Mon Nov 25, 2013 9:58am EST

* C$ at C$1.0555 vs US$, or 94.74 U.S. cents
    * Loonie falls as Iran deal weighs on oil prices
    * Bond prices mostly lower across the curve

    By Leah Schnurr
    TORONTO, Nov 25 (Reuters) - The Canadian dollar weakened
against the greenback on Monday as a deal reached over the
weekend to curb Iran's nuclear program drove oil prices lower.
    The Canadian dollar touched a more than four-month low in
the overnight session, extending last week's weakness after a
tame inflation report and comments from the head of the Bank of
Canada underscored market expectations that interest rates will
be kept low for some time. 
    Iran and six world powers struck a deal on Sunday under
which Tehran is to limit its nuclear energy program in exchange
for initial relief from international trade and financial
sanctions. 
    The deal sent oil prices lower with U.S. crude futures
 down $1.12 to $93.72 a barrel.

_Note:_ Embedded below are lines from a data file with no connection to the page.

import type { Scenario } from '../../src/io/scenario';
import { formatScenario } from '../../src/io/scenarioText';
import type { AppState } from '../store/appState';
import { mapSettingsOf } from '../store/displaySlice';
import { download, fileStem } from './download';

/** The open scenario with the view and time as they are now: what a saved file holds. */
export function scenarioDocument(state: AppState): Scenario | null {
  if (state.scenario === null) return null;
  return {
    ...state.scenario,
    view: {
      plane: state.plane,
      center: [...state.center],
      size: [...state.size],
      resolution: [...state.resolution],
      time: state.time,
    },
    probes: state.probes.map((probe) => ({ name: probe.name, position: [...probe.position] })),
    display: mapSettingsOf(state),
  };
}

/** Hands the document to the browser as a download named after its title. */
export function downloadScenario(state: AppState): void {
  const document_ = scenarioDocument(state);
  if (document_ === null) return;
  download(`${fileStem(document_.title)}.json`, formatScenario(document_), 'application/json');
}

Canada is a major oil
exporter, making its currency sensitive to fluctuations in oil
prices.
    "The assault on the 'loonie' is continuing from last week
with the fresh bout of weakness seen this morning sparked by the
Iranian nuclear deal reached over the weekend," said Scott
Smith, senior market analyst at Cambridge Mercantile Group in
Calgary.
    "That's acted as a pretty big weight this morning on energy
and the negative spill-over effects of that are having investors
shed exposure to the Canadian dollar and other commodity-linked
currencies."
    The Canadian dollar was at C$1.0555 versus the U.S.
dollar, or 94.74 U.S. cents, weaker than Friday's close of
C$1.0524, or 95.02 U.S. cents. The loonie hit a low of C$1.0584
over night, its lowest since early July.
    The lows the currency hit in July just above C$1.06 could
act as a cap, while the low C$1.05 area is the next likely place
for support, said Smith.
    The domestic economic calendar is light this week and
trading could be quieter heading into the U.S. Thanksgiving
holiday on Thursday. 
    Focus will be on Friday's Canadian gross domestic product
report, with growth in the third quarter forecast to pick up to
a 2.5 percent annualized rate. 
    Canadian bond prices were mostly lower across the maturity
curve, with the two-year bond off 1 Canadian cent to
yield 1.110 percent, while the benchmark 10-year bond
 was down 10 Canadian cents to yield 2.589 percent.